# The effect of scale of predictor variables in regression techniques

In polynomial regression, it is recommended to center predictor input variables to break multi colinear relationships of x to x^2.

From Wikipedia: The underlying monomials can be highly correlated "For example, x and x2 have correlation around 0.97 when x is uniformly distributed on the interval (0, 1). "

When a variable x is between -1 and 1, x^2 makes the magnitude smaller while when x is outside of that range, x^2 makes x's magnitude larger.

Making the variable into an integer variable could change the behavior.

E.g.

df$x=round((df$x - mean(df\$))*100)


Any opinions on the scale especially in regards to interval [-1,1] vs [-100,100]

It is common to normalize predictors subtracting the mean and dividing by the standard deviation when doing inference analysis but this question pertains to regression prediction.

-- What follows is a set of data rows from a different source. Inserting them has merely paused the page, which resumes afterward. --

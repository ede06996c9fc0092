"""A CSV file -> records, one at a time, in bounded memory (RFC 4180; UTF-8; LF or CRLF; a byte order mark is fine).

Stops at the first mistake after which fields can no longer be told apart, by raising RowsError with one problem. Knows
nothing of plans, and converts nothing.
"""

from __future__ import annotations

import csv
import hashlib
from collections.abc import Iterator
from pathlib import Path
from typing import BinaryIO

from runtime_min.errors import Problem, RowsError

LONGEST_RECORD = 1_000_000
"""Bytes of one record, its line breaks included."""

MOST_COLUMNS = 4096

# What the csv module says of a broken record -> our sentence.
_BROKEN = (
    ("unexpected end of data", "found a quote that is never closed", "close it, or double it inside a quoted field"),
    ("expected after", "found text after a closing quote", 'double the quotes inside a quoted field: "a ""b"" c"'),
    ("field larger than", "found a field that is too long", "look for a quote that is never closed"),
    ("new-line character", "found a carriage return alone", "save the file with LF or CRLF line ends"),
)


def opened(path: Path) -> BinaryIO:
    """The file at `path`. Raises RowsError where there is none to read."""
    where, todo = str(path), "give the path of a .csv"
    try:
        if path.is_dir():
            raise RowsError(Problem(where, "found a folder", todo))
        return path.open("rb")
    except FileNotFoundError:
        raise RowsError(Problem(where, "found no such file", todo)) from None
    except OSError as error:
        raise RowsError(Problem(where, f"cannot be read ({error.strerror})", "make it readable")) from None


class Lines:
    """The lines of a file as the csv module wants them; `sha256` is of all bytes once the last line is read."""

    def __init__(self, stream: BinaryIO, where: str) -> None:
        self._stream = stream
        self._digest = hashlib.sha256()
        self.where = where
        self.number = 0
        self.record_bytes = 0

    @property
    def sha256(self) -> str:
        return self._digest.hexdigest()

    def __iter__(self) -> Iterator[str]:
        return self

    def __next__(self) -> str:
        raw = self._stream.readline(LONGEST_RECORD + 1)
        if not raw:
            raise StopIteration
        self.number += 1
        self.record_bytes += len(raw)
        if self.record_bytes > LONGEST_RECORD:
            found = f"found a row of more than {LONGEST_RECORD} bytes"
            todo = "look for missing line ends, or for a quote that is never closed"
            raise RowsError(Problem(self.here(), found, todo))
        self._digest.update(raw)
        if self.number == 1:
            raw = raw.removeprefix(b"\xef\xbb\xbf")
        try:
            return raw.decode("utf-8")
        except UnicodeDecodeError:
            raise RowsError(Problem(self.here(), "found text that is not UTF-8", "save the file as UTF-8")) from None

    def here(self) -> str:
        return f"{self.where}: line {self.number}"


def records(lines: Lines) -> Iterator[tuple[int, list[str]]]:
    """(line on which the record starts, its fields) for each record; empty lines are no records."""
    reader = csv.reader(lines, strict=True)
    while True:
        lines.record_bytes = 0
        start = lines.number + 1
        try:
            fields = next(reader)
        except StopIteration:
            return
        except csv.Error as error:
            raise RowsError(_broken(f"{lines.where}: line {start}", str(error))) from None
        if len(fields) > MOST_COLUMNS:
            found = f"found {len(fields)} fields, more than {MOST_COLUMNS}"
            raise RowsError(Problem(f"{lines.where}: line {start}", found, "keep the columns that the plan names"))
        if fields:
            yield start, fields


def _broken(where: str, message: str) -> Problem:
    for mark, found, todo in _BROKEN:
        if mark in message:
            return Problem(where, found, todo)
    return Problem(where, f"found a row that is not CSV ({message})", "correct it")
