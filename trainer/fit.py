"""From rows that were read, or from arrays, to a trained model: design, judge, standardise, solve, witness, results."""

from __future__ import annotations

import math
from collections.abc import Sequence
from dataclasses import replace
from fractions import Fraction

import numpy as np
import numpy.typing as npt

from runtime_min.errors import FitError, Problem
from runtime_min.model import (
    Certificate,
    FittedRows,
    Score,
    TrainedInput,
    TrainedModel,
    TrainedPrior,
    TrainedTerm,
)
from runtime_min.sealing import round_to
from trainer.arrays import LARGEST, read_arrays
from trainer.design import columns_of, design_matrix, typical_value, with_typical
from trainer.judge import judge
from trainer.objective import Prior
from trainer.operate import held_out_results
from trainer.plan import InputPlan, Plan
from trainer.solve import solve
from trainer.split import held_out_rows
from trainer.standardise import class_sums, standardise
from trainer.table import Rows
from trainer.witness import log_odds_with_bounds, witness_of

Floats = npt.NDArray[np.float64]
Labels = npt.NDArray[np.int64]


def fit_plan(plan: Plan, rows: Rows) -> TrainedModel:
    """Fit what the plan asks for on the rows that it does not hold out.

    Centres, scales, typical values and weights come from the fitted rows alone; the results are of the held-out rows
    alone. Raises RowsError where the rows cannot be split, FitError with all that keeps them from determining a model.
    """
    if plan.prior.method != "fixed" or plan.prior.terms or plan.decision.prevalence is not None:
        found = "asks for more than a number under sd, which is not there yet"
        raise FitError(Problem("[prior]", found, "write sd = 1.0, or another number, or inf"))
    out = held_out_rows(rows, plan.rows.held_out, plan.rows.seed)
    fitted = rows.values[~out]
    inputs = tuple(
        TrainedInput(entry.name, entry.unit, entry.levels, typical_value(column, len(entry.levels)))
        for entry, column in zip(rows.inputs, fitted.T, strict=True)
    )
    typical = [entry.typical for entry in inputs]
    if empty := [entry.name for entry in inputs if entry.typical is None]:
        found, todo = f"found no value in any of the {len(fitted)} fitted rows", "remove the input"
        raise FitError(Problem(f'[[input]] "{name}"', found, todo) for name in empty)
    columns = columns_of(inputs)
    sd = _float_sd(plan.prior.sd)
    trained = _fit(
        inputs,
        rows.classes,
        with_typical(fitted, typical),
        rows.labels[~out],
        None if rows.weights is None else rows.weights[~out],
        Prior((0.0,) * len(columns), (sd,) * len(columns), _float_sd(plan.prior.intercept_sd)),
        [_limits(entry) for entry in rows.inputs],
        FittedRows(rows.total, rows.dropped, len(fitted), int(out.sum()), rows.sha256),
    )
    if not out.any():
        return trained
    log_odds, _ = log_odds_with_bounds(trained.terms, trained.scores[0], with_typical(rows.values[out], typical))
    base_rate = trained.class_weights[1] / math.fsum(trained.class_weights)
    return replace(trained, held_out=held_out_results(log_odds, rows.labels[out], base_rate))


def fit_map(
    X: npt.ArrayLike,
    y: npt.ArrayLike,
    sd: float | Sequence[float] = 1.0,
    names: Sequence[str] | None = None,
    row_weights: npt.ArrayLike | None = None,
    intercept_sd: float = math.inf,
) -> TrainedModel:
    """The MAP logistic model of two classes from arrays; every row is fitted, none is held out.

    maximise  sum_l ω_l log p(y_l | x_l)  -  1/2 sum_j (w_j / sd_j)^2  -  1/2 (b / intercept_sd)^2

    over the intercept b and the weights w on standardised columns (weighted mean 0, population sd 1).

    X: (n, d) numbers, each column in a unit of your own. y: (n,) of two different values (bools, integers, texts);
    sorted, the last is the event. sd: of the Gaussian prior on each weight, one number or d of them; math.inf is flat.
    names: d input names; by default the columns' of a data frame, else x0, x1, … row_weights: (n,) >= 0; a row of
    weight 0 is left out.

    Raises RowsError with every problem of the arrays (and of the other arguments, if any), FitError with every problem
    of the other arguments alone, or with all that keeps the rows from determining a model.
    """
    read = read_arrays(X, y, sd, names, row_weights, intercept_sd)
    trained = _fit(
        tuple(TrainedInput(name, "", (), None) for name in read.names),
        read.classes,
        read.values,
        read.labels,
        read.row_weights,
        Prior((0.0,) * len(read.names), read.sds, read.intercept_sd),
        read.limits,
        FittedRows(read.total, 0, len(read.values), 0, None),
    )
    means = tuple(TrainedInput(term.name, "", (), term.centre) for term in trained.terms)
    return replace(trained, inputs=means)


def _fit(
    inputs: tuple[TrainedInput, ...],
    classes: tuple[str, ...],
    values: Floats,
    labels: Labels,
    row_weights: Floats | None,
    prior: Prior,
    limits: Sequence[tuple[float, float]],
    counts: FittedRows,
) -> TrainedModel:
    problems = [
        Problem(f'input "{entry.name}"', f"found numbers as large as {max(map(abs, ends)):g}", "take a larger unit")
        for entry, ends in zip(inputs, limits, strict=True)
        if max(map(abs, ends)) > LARGEST
    ]
    if problems:
        raise FitError(problems)
    columns = columns_of(inputs)
    matrix = design_matrix(columns, values)
    judged = prior
    if math.inf not in prior.sds and math.isinf(prior.intercept_sd):
        # With a finite sd of every weight, two classes that have rows determine a flat intercept: judge need not try.
        judged = replace(prior, intercept_sd=1.0)
    reasons = judge(matrix, labels, row_weights, judged, [column.name for column in columns], classes)
    if reasons:
        raise FitError(reasons)
    standardised = standardise(matrix, row_weights, [column.form == "value" for column in columns])
    solution = solve(standardised.columns, labels, row_weights, prior)
    terms = tuple(
        TrainedTerm(column.name, column.form, column.of, column.level, centre, scale)
        for column, centre, scale in zip(columns, standardised.centres, standardised.scales, strict=True)
    )
    scores = (Score(solution.intercept, solution.weights),)
    return TrainedModel(
        inputs=inputs,
        classes=classes,
        class_weights=class_sums(labels, row_weights, len(classes)),
        terms=terms,
        scores=scores,
        prior=TrainedPrior(prior.means, tuple(_stored_sd(sd) for sd in prior.sds), _stored_sd(prior.intercept_sd)),
        covariance=solution.covariance,
        certificate=Certificate(solution.gradient, solution.newton_decrement, solution.distance),
        rows=counts,
        held_out=None,
        witness=witness_of(inputs, terms, scores, limits),
    )


def _float_sd(sd: Fraction | None) -> float:
    return math.inf if sd is None else float(sd)


def _stored_sd(sd: float) -> float | None:
    return None if math.isinf(sd) else sd


def _limits(entry: InputPlan) -> tuple[float, float]:
    if entry.levels:
        return 0.0, len(entry.levels) - 1.0
    if entry.low is None or entry.high is None:
        raise ValueError(f"the range of {entry.name} was not read from the rows")
    return _inside(entry.low, math.inf), _inside(entry.high, -math.inf)


def _inside(limit: Fraction, inwards: float) -> float:
    """The limit in binary64; the next number inwards where rounding it on to binary32 would leave the device's range.

    1.00000005960464477539063 is such a limit: its binary64 lies halfway between two binary32 numbers.
    """
    number = float(limit)
    twice, once = round_to("binary32", Fraction(number)), round_to("binary32", limit)
    return number if twice == once else math.nextafter(number, inwards)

Asking a similar question in regards to natural log, a variable that has a range (0,1] has a dramatically different transformed value than [1,100].

log(seq(0.1,1,.1)) #mostly negative
log(seq(0.1,1,.1)*100) #rather positive


If the predictor variable in the case of log happened to be sometimes less than 1 and others greater than 1, that could make the transformation act a little "wild". Would it be best to transform the variable to be within (0,1] or [1,] but not both?